Waiting until the end of mine rehabilitation studies isn’t ideal, but as stated, with new tools and a new thirst for examining if wealth, particularly critical metals, can be sought from existing waste there is a second coming for waste. By products such as Co, Li and REEs, once overlooked, are having their moment and one obvious place to look is in our existing waste. Across the whole life of a mine, there are new technologies and new socio-environmental factors driving opportunities to make significant improvements when it comes to waste management, multi-stakeholder, multi-scale and multi-disciplinary, so in my opinion, this is by far one of the most exciting fields of geoscience to work in.
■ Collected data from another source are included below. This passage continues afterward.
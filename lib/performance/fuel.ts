// Standard weights from the FAA Pilot's Handbook of Aeronautical Knowledge (FAA-H-8083-25),
// Weight and Balance chapter; unit conversions exact by definition of the US gallon
// (231 in³) and the international pound.
import { formatNumber } from "@/lib/money/format";

export const AVGAS_LB_PER_US_GAL = 6;
export const JET_FUEL_LB_PER_US_GAL = 6.7;
export const OIL_LB_PER_US_GAL = 7.5;
export const LITRES_PER_US_GAL = 3.785411784;
export const KG_PER_LB = 0.45359237;

export type FluidKind = "avgas" | "jet" | "oil";
export type VolumeUnit = "usgal" | "usqt" | "litre";

const LB_PER_US_GAL: Record<FluidKind, number> = {
  avgas: AVGAS_LB_PER_US_GAL,
  jet: JET_FUEL_LB_PER_US_GAL,
  oil: OIL_LB_PER_US_GAL,
};

const US_GAL_PER_UNIT: Record<VolumeUnit, number> = { usgal: 1, usqt: 0.25, litre: 1 / LITRES_PER_US_GAL };

function checkFinite(value: number, what: string): void {
  if (!Number.isFinite(value)) throw new RangeError(`${what} must be a finite number, got ${value}`);
}

export function litresFromUsGallons(gallons: number): number {
  return gallons * LITRES_PER_US_GAL;
}
export function usGallonsFromLitres(litres: number): number {
  return litres / LITRES_PER_US_GAL;
}
export function kgFromLb(lb: number): number {
  return lb * KG_PER_LB;
}
export function lbFromKg(kg: number): number {
  return kg / KG_PER_LB;
}

/** Weight of a volume of fuel or oil at the handbook's standard density, in both lb and kg. */
export function fuelWeight(volume: number, unit: VolumeUnit, kind: FluidKind = "avgas"): { lb: number; kg: number } {
  checkFinite(volume, "Volume");
  const perUnit = US_GAL_PER_UNIT[unit];
  const perGallon = LB_PER_US_GAL[kind];
  if (perUnit === undefined || perGallon === undefined) throw new RangeError(`Unknown unit or fluid: ${unit}, ${kind}`);
  const lb = volume * perUnit * perGallon;
  return { lb, kg: kgFromLb(lb) };
}

/** 14 CFR 91.151(a): VFR reserve at normal cruise — 30 minutes by day, 45 minutes at night. */
export function fuelReserveMinutes(night: boolean): number {
  return night ? 45 : 30;
}

/**
 * Fuel plan against the 91.151 reserve, or the club's reserve when that is larger.
 * Fuel in any one volume or weight unit, burn in the same unit per hour.
 * marginMinutes: cruise time left over after the leg and the reserve (negative when short).
 */
export function fuelEndurance(input: {
  usableFuel: number;
  burnPerHour: number;
  plannedHours: number;
  night: boolean;
  reserveMinutes?: number;
}): { requiredFuel: number; reserveFuel: number; enduranceHours: number; marginMinutes: number; legal: boolean } {
  const { usableFuel, burnPerHour, plannedHours, night } = input;
  checkFinite(usableFuel, "Usable fuel");
  checkFinite(burnPerHour, "Burn per hour");
  checkFinite(plannedHours, "Planned hours");
  if (usableFuel < 0 || plannedHours < 0) throw new RangeError("Fuel and planned time must not be negative");
  if (burnPerHour <= 0) throw new RangeError(`Burn per hour must be positive, got ${burnPerHour}`);
  const clubMinutes = input.reserveMinutes ?? 0;
  checkFinite(clubMinutes, "Reserve minutes");
  if (clubMinutes < 0) throw new RangeError(`Reserve minutes must not be negative, got ${clubMinutes}`);

  const reserveMinutes = Math.max(fuelReserveMinutes(night), clubMinutes);
  const reserveFuel = (burnPerHour * reserveMinutes) / 60;
  const requiredFuel = burnPerHour * plannedHours + reserveFuel;
  const enduranceHours = usableFuel / burnPerHour;
  const marginMinutes = ((usableFuel - requiredFuel) / burnPerHour) * 60;
  // Exactly enough fuel is legal; the tolerance only absorbs floating-point rounding.
  const legal = usableFuel >= requiredFuel - 1e-9 * Math.max(1, requiredFuel);
  return { requiredFuel, reserveFuel, enduranceHours, marginMinutes, legal };
}

/**
 * The standard fuel weight as a note in the club's own units and locale: "6 lb per US gallon"
 * (imperial) or "0.72 kg per litre" (metric, the same density converted), digits per the locale.
 */
export function fuelDensityNote(kind: "avgas" | "jet", unitSystem: "imperial" | "metric", locale: string): string {
  const lbPerGal = LB_PER_US_GAL[kind];
  if (unitSystem === "metric") return `${formatNumber(kgFromLb(lbPerGal) / LITRES_PER_US_GAL, locale, { minimumFractionDigits: 2, maximumFractionDigits: 2 })} kg per litre`;
  return `${formatNumber(lbPerGal, locale)} lb per US gallon`;
}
Who would you want us to interview next and why?
Dr Heidi Pass, she has had a diverse career starting in Canada and then moved to Australia. She has worked in exploration, for IMDEX and was most recently the Chief Geochemist at Goldfields. On the side of this, she embarked on a journey of leadership exploring women’s role in STEM and is a passionate advocate in establishing gender equity.
What question would you like to ask her?
You are also involved in Women in STEM outreach. What advice would you give to a 16-year-old female considering a career in the mining sector, based on your experiences and your research in gender equity?
Anita’s three key tenets to change the environment of mining
01. We mine waste, not ore. Investing in its proper characterisation from day one will lead to improved environmental outcomes at later stages of mining
02. Waste is a design flaw – smarter mining means seeing opportunities to grow the business and reduce long-term waste management costs
03. Education is the key to a greener future – integrated and applied programs to facilitate training and growth of new professionals is vital to safeguard the future of mining
Name: Anita Parbhakar-Fox Age: 37 Lives: Brisbane, Australia Title: Senior Research Fellow in Applied Geochemistry and Geometallurgy Career in summary: Currently, Anita is a Senior Research Fellow in Geometallurgy and Applied Geochemistry a the W.H. Bryan Mining and Geology Research Centre within the Sustainable Minerals Institute. Anita’s research is focused on mine waste characterisation to improve mine planning and waste management practises where she has worked with mining industry, METS sector and government stakeholders. She has developed new tests and protocols for improving was characterisations and is also involved in identifying remediation options for abandoned/ historical mine sites. Most recently, Anita has led industry and government funded projects characterising a range of mine waste materials to evaluate their economic potential.